Monitor Your Server on Linode

Now that your Linode is up and running, it’s time to think about monitoring and maintaining your server. This tutorial discusses some essential tools and skills we can use to check our server's resources. In the process, we will learn how to monitor the availability and performance of our system, manage our logs and update the server's software.

Multiple things go into monitoring a server. For example, we might be interested in monitoring the following aspects of our server:

Availability of the server
Performance of the server

It is therefore important to first assess what needs we have before embarking on a server monitoring mission.

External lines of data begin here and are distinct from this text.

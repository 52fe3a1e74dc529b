"""Bad input to the register and the service plans, as an engineer types it in the admin: each is refused with a
message naming the field and the problem, and what was stored stays as it was.

Bounds of our own, not published limits (common practice, no published source): a site's elevation -500 m to
6,000 m and its look-ahead 1 to 365 days (``registry.models``), and each trigger metric's largest limit
(``planning.metrics.MAX_LIMIT``: calendar days at most 36,500, 100 years). The rule for a service date (not after
the site's today, at most 15 years back) is the logbook's (``logbook.services.date_problem``). That a browser ends
the lines of a text box with CR LF is the HTML standard's form encoding (WHATWG HTML, "constructing the entry
list": newlines normalised to CRLF).
"""
from __future__ import annotations

import datetime as dt
import json

import pytest
from django.core.exceptions import ValidationError

from observatory_ops.archive.history import changes
from observatory_ops.logbook.nights_csv import MAX_YEARS_BACK
from observatory_ops.planning.metrics import MAX_LIMIT, METRICS, READING
from observatory_ops.planning.models import ServicePlan, Trigger, readings_problem
from observatory_ops.planning.services import HORIZON_DAYS, site_today
from observatory_ops.registry.catalogue import KINDS
from observatory_ops.registry.models import Site, Subsystem, Telescope
from observatory_ops.registry.services import subsystem_create
from tests.conftest import constant_sky


@pytest.fixture
def engineer(engineer_in_admin):
    """The engineer in the admin (conftest.py)."""
    return engineer_in_admin


@pytest.fixture
def fans(telescope):
    """Cooling fans registered a year ago, with the catalogue's plans, on a site whose sky is cached (the admin's
    save recomputes the site)."""
    today = site_today(telescope.site)
    constant_sky(telescope.site, today - dt.timedelta(days=30), today + dt.timedelta(days=HORIZON_DAYS + 1))
    return subsystem_create(telescope, "cooling_fans", "Fans", counting_from=today - dt.timedelta(days=365))


def _unchanged(client, url: str) -> dict:
    """What the admin's change page at ``url`` sends back when saved untouched: every field of its form and of its
    inline rows, as the page shows them."""
    page = client.get(url)
    assert page.status_code == 200
    data = {}
    forms = [page.context["adminform"].form]
    for inline in page.context["inline_admin_formsets"]:
        forms += [inline.formset.management_form, *inline.formset.forms]
    for form in forms:
        for name in form.fields:
            value = form[name].value()
            data[form.add_prefix(name)] = value if isinstance(value, list) else "" if value is None else str(value)
    return data


def _errors(response, field: str) -> str:
    """The form's messages for ``field`` on a refused save (the page shown again, not a redirect)."""
    assert response.status_code == 200, "saved, not refused"
    return " ".join(response.context["adminform"].form.errors.get(field, []))


def _trigger_errors(response) -> str:
    assert response.status_code == 200, "saved, not refused"
    formsets = response.context["inline_admin_formsets"]
    return " ".join(" ".join(f.errors.get("limit", [])) for fs in formsets for f in fs.formset.forms)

This article is a continuation of how to deploy a flask application on a Linode server. For your reference, these are the other sections in the series:

Welcome to Linode
Deploy your flask app on Linode
Buy a domain name for your deployed application
Secure your domain with SSL
Monitor your server (this article)

As a bonus, I have shared a how to Configure PostgreSQL in a Live Linux Server article if your application makes use of the PostgreSQL database.

Availability of the Server

Not everyone needs to monitor the availability of their server. If you are running a very basic application such as a morning quote website, you may not necessarily need to worry about service interruptions. Occasional inconveniences of the website going offline for a few minutes may not justify the time it takes to set up and configure an availability monitoring tool.

However, if you depend on your website, say for livelihood, then it is a necessity to monitor your server. Once set up, the tool actively watches the server and services and alerts us when they are unavailable. We will be able to troubleshoot the problem and restore the service as soon as possible.

There are a handful of tools that we can use to monitor the availability of a server.

If we are running multiple servers, we can use Elastic Stack. It includes Elasticsearch, Logstash, and Kibana, which is a troika of tools that provides a free and open-source solution that searches, collects, and analyzes data from any source and in any format and visualizes it in real-time. I will not go into the details of how to configure the server to use Elastic Stack for now.
If we are running only a single server, we may consider using a third-party service to monitor our Linode.
Linode offers Linode Managed, an expert 24/7 monitoring service. It carries no obligation or contract and costs $100 per month, per Linode on your account.

Configure Shutdown Watchdog

Occasionally, a Linode may power off unexpectedly, making the server unavailable. In this case, Linode offers a shutdown watchdog called Lassie that automatically reboots a Linode in such instances. It is not an unavailability monitoring tool, but it is useful in getting a Linode back online.

Log in to your Linode to see available Linodes:

Notice that I have 2 Linodes on my account, official_personal_website and tinkereducationnewsletter. I will show you how to configure Lassie using the official_personal_website Linode.

I will click on this Linode to see more data about it. What I am interested in is the "Settings" tab.

Scroll to the bottom of the "Settings" tab to see the "Shutdown Watchdog" section. Toggle the key to enable this feature.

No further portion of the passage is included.